Top of MATERIAL PROVIDED
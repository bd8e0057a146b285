// The non-rhotic variety (lexicons/en-us-nonrhotic/grammar.strata: General American + the low-back merger +
// r dropping with linking r, approximating Eastern New England) on CMU Pronouncing Dictionary words,
// each fact with its source beside it, checked with the reference interpreter and through the real build.

import { beforeAll, describe, expect, test } from "vitest";
import { cmu, derive, grammarAt } from "./harness.js";
import { NON_RHOTIC, buildNarrow, type Row } from "./variety-build.js";

const nonRhotic = () => grammarAt(NON_RHOTIC);

/** [CMU headword or `#`-joined phrase, expected narrow form, source] */
type Fact = readonly [string, string, string];

const WELLS1 = "Wells 1982, Accents of English, vol. 1, R dropping (from memory)";
const BREAKING = "Wells 1982 vol. 1, pre-R breaking; Giegerich 1992 (from memory)";
const LINKING = "Wells 1982 vol. 1, linking r; Giegerich 1992 (from memory)";
const ENE = "Wells 1982 vol. 3, New England (from memory)";

const FACTS: readonly Fact[] = [
  // no /ɹ/ before a pause or a consonant; START is [aː] in Eastern New England
  ["car", "ˈkʰaː", ENE],
  ["card", "ˈkʰaːd", ENE],
  ["park", "ˈpʰaːk", ENE],
  // /ɹ/ kept before a vowel of the same word
  ["carry", "ˈkʰæ.ɹi", WELLS1],
  ["sorry", "ˈsɑ.ɹi", WELLS1],
  // NEAR, SQUARE, CURE: centring diphthongs
  ["near", "ˈnɪə", BREAKING],
  ["beer", "ˈbɪə", BREAKING],
  ["square", "ˈskwɛə", BREAKING],
  ["cure", "ˈkʰj̊ʊə", BREAKING],
  ["poor", "ˈpʰʊə", BREAKING],
  // NORTH/FORCE long ɔː; NURSE ɜː; lettER ə
  ["four", "ˈfɔː", WELLS1],
  ["horse", "ˈhɔːs", WELLS1],
  ["nurse", "ˈnɜːs", WELLS1],
  ["bird", "ˈbɜːd", WELLS1],
  ["better", "ˈbɛ.ɾə", WELLS1],
  // r-coloured vowel + vowel: the r is pronounced (inside the word)
  ["furry", "ˈfɜː.ɹi", LINKING],
  ["stirring", "ˈstɜː.ɹɪ̃ŋ", LINKING],
  // linking r across the words of a phrase; none before a consonant-initial word
  ["far#away", "ˈfaːɹ əˈweɪ", LINKING],
  ["better#off", "ˈbɛ.ɾəɹ ˈɑf", LINKING],
  ["far#too", "ˈfaː ˈtʰu", LINKING],
  // homophones of non-rhotic accents
  ["tuna", "ˈtʰu.nə", WELLS1],
  ["tuner", "ˈtʰu.nə", WELLS1],
  ["formally", "ˈfɔː.mə.li", WELLS1],
  ["formerly", "ˈfɔː.mə.li", WELLS1],
  // START stays apart from LOT (length and quality), THOUGHT merges with LOT
  ["cart", "ˈkʰaːt", ENE],
  ["cot", "ˈkʰɑt", ENE],
  ["caught", "ˈkʰɑt", ENE],
];

const broad = (entry: string): string => entry.split("#").map(cmu).join("#");

describe("the non-rhotic grammar", () => {
  test("loads without errors or warnings", () => {
    expect(nonRhotic().diagnostics).toEqual([]);
  });
});

describe("r dropping, pre-R breaking and linking r (reference interpreter)", () => {
  test.each(FACTS.map((f) => [...f]))("%s → %s (%s)", (entry, want) => {
    expect(derive(nonRhotic(), broad(entry)).preferred).toBe(want);
  });
  test("intrusive r is an optional variant, not the preferred form", () => {
    // Wells 1982 vol. 1 and vol. 3, New England (from memory): "idea of" with an intrusive r in casual speech
    // ("of" as its weak form /əv/, as phrases of the demo lexicon write function words)
    const r = derive(nonRhotic(), cmu("idea") + "#əv");
    expect(r.preferred).toBe("aɪˈdi.ə əv");
    expect(r.all).toEqual(["aɪˈdi.ə əv", "aɪˈdi.əɹ əv"]);
  });
  test("father and farther: homophones in the accent, not here (the base does not tell PALM from LOT)", () => {
    // Wells 1982 vol. 3, New England (from memory): father = farther [ˈfaːðə]. The General American base
    // writes PALM ("father") with the LOT vowel ɑ, so only farther gets the START vowel; README, "Left out".
    // (Both are long: the base lengthens the vowel before the voiced ð.)
    expect(derive(nonRhotic(), cmu("farther")).preferred).toBe("ˈfaː.ðə");
    expect(derive(nonRhotic(), cmu("father")).preferred).toBe("ˈfɑː.ðə");
  });
});

describe("through the real build", () => {
  let built: Map<string, string>;
  beforeAll(async () => {
    const rows: Row[] = FACTS.map(([entry], i) => ({ id: `n${i}`, word: entry.replace("#", " "), pron: broad(entry) }));
    built = await buildNarrow(NON_RHOTIC, "non-rhotic", rows);
  }, 240_000);
  test("every fact holds in the built lexicon.tsv", () => {
    // the sources of each row are in the table above
    expect(FACTS.map(([entry], i) => [entry, built.get(`n${i}`)])).toEqual(FACTS.map(([entry, want]) => [entry, want]));
  });
});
Bottom of MATERIAL PROVIDED
WHAT THIS TASK INVOLVES: Once more, write out the records in full, exactly as they appear.

SOLUTION FOR THIS TASK:
repository bd8e0057a146b285
// The non-rhotic variety (lexicons/en-us-nonrhotic/grammar.strata: General American + the low-back merger +
// r dropping with linking r, approximating Eastern New England) on CMU Pronouncing Dictionary words,
// each fact with its source beside it, checked with the reference interpreter and through the real build.

import { beforeAll, describe, expect, test } from "vitest";
import { cmu, derive, grammarAt } from "./harness.js";
import { NON_RHOTIC, buildNarrow, type Row } from "./variety-build.js";

const nonRhotic = () => grammarAt(NON_RHOTIC);

/** [CMU headword or `#`-joined phrase, expected narrow form, source] */
type Fact = readonly [string, string, string];

const WELLS1 = "Wells 1982, Accents of English, vol. 1, R dropping (from memory)";
const BREAKING = "Wells 1982 vol. 1, pre-R breaking; Giegerich 1992 (from memory)";
const LINKING = "Wells 1982 vol. 1, linking r; Giegerich 1992 (from memory)";
const ENE = "Wells 1982 vol. 3, New England (from memory)";

const FACTS: readonly Fact[] = [
  // no /ɹ/ before a pause or a consonant; START is [aː] in Eastern New England
  ["car", "ˈkʰaː", ENE],
  ["card", "ˈkʰaːd", ENE],
  ["park", "ˈpʰaːk", ENE],
  // /ɹ/ kept before a vowel of the same word
  ["carry", "ˈkʰæ.ɹi", WELLS1],
  ["sorry", "ˈsɑ.ɹi", WELLS1],
  // NEAR, SQUARE, CURE: centring diphthongs
  ["near", "ˈnɪə", BREAKING],
  ["beer", "ˈbɪə", BREAKING],
  ["square", "ˈskwɛə", BREAKING],
  ["cure", "ˈkʰj̊ʊə", BREAKING],
  ["poor", "ˈpʰʊə", BREAKING],
  // NORTH/FORCE long ɔː; NURSE ɜː; lettER ə
  ["four", "ˈfɔː", WELLS1],
  ["horse", "ˈhɔːs", WELLS1],
  ["nurse", "ˈnɜːs", WELLS1],
  ["bird", "ˈbɜːd", WELLS1],
  ["better", "ˈbɛ.ɾə", WELLS1],
  // r-coloured vowel + vowel: the r is pronounced (inside the word)
  ["furry", "ˈfɜː.ɹi", LINKING],
  ["stirring", "ˈstɜː.ɹɪ̃ŋ", LINKING],
  // linking r across the words of a phrase; none before a consonant-initial word
  ["far#away", "ˈfaːɹ əˈweɪ", LINKING],
  ["better#off", "ˈbɛ.ɾəɹ ˈɑf", LINKING],
  ["far#too", "ˈfaː ˈtʰu", LINKING],
  // homophones of non-rhotic accents
  ["tuna", "ˈtʰu.nə", WELLS1],
  ["tuner", "ˈtʰu.nə", WELLS1],
  ["formally", "ˈfɔː.mə.li", WELLS1],
  ["formerly", "ˈfɔː.mə.li", WELLS1],
  // START stays apart from LOT (length and quality), THOUGHT merges with LOT
  ["cart", "ˈkʰaːt", ENE],
  ["cot", "ˈkʰɑt", ENE],
  ["caught", "ˈkʰɑt", ENE],
];

const broad = (entry: string): string => entry.split("#").map(cmu).join("#");

describe("the non-rhotic grammar", () => {
  test("loads without errors or warnings", () => {
    expect(nonRhotic().diagnostics).toEqual([]);
  });
});

describe("r dropping, pre-R breaking and linking r (reference interpreter)", () => {
  test.each(FACTS.map((f) => [...f]))("%s → %s (%s)", (entry, want) => {
    expect(derive(nonRhotic(), broad(entry)).preferred).toBe(want);
  });
  test("intrusive r is an optional variant, not the preferred form", () => {
    // Wells 1982 vol. 1 and vol. 3, New England (from memory): "idea of" with an intrusive r in casual speech
    // ("of" as its weak form /əv/, as phrases of the demo lexicon write function words)
    const r = derive(nonRhotic(), cmu("idea") + "#əv");
    expect(r.preferred).toBe("aɪˈdi.ə əv");
    expect(r.all).toEqual(["aɪˈdi.ə əv", "aɪˈdi.əɹ əv"]);
  });
  test("father and farther: homophones in the accent, not here (the base does not tell PALM from LOT)", () => {
    // Wells 1982 vol. 3, New England (from memory): father = farther [ˈfaːðə]. The General American base
    // writes PALM ("father") with the LOT vowel ɑ, so only farther gets the START vowel; README, "Left out".
    // (Both are long: the base lengthens the vowel before the voiced ð.)
    expect(derive(nonRhotic(), cmu("farther")).preferred).toBe("ˈfaː.ðə");
    expect(derive(nonRhotic(), cmu("father")).preferred).toBe("ˈfɑː.ðə");
  });
});

describe("through the real build", () => {
  let built: Map<string, string>;
  beforeAll(async () => {
    const rows: Row[] = FACTS.map(([entry], i) => ({ id: `n${i}`, word: entry.replace("#", " "), pron: broad(entry) }));
    built = await buildNarrow(NON_RHOTIC, "non-rhotic", rows);
  }, 240_000);
  test("every fact holds in the built lexicon.tsv", () => {
    // the sources of each row are in the table above
    expect(FACTS.map(([entry], i) => [entry, built.get(`n${i}`)])).toEqual(FACTS.map(([entry, want]) => [entry, want]));
  });
});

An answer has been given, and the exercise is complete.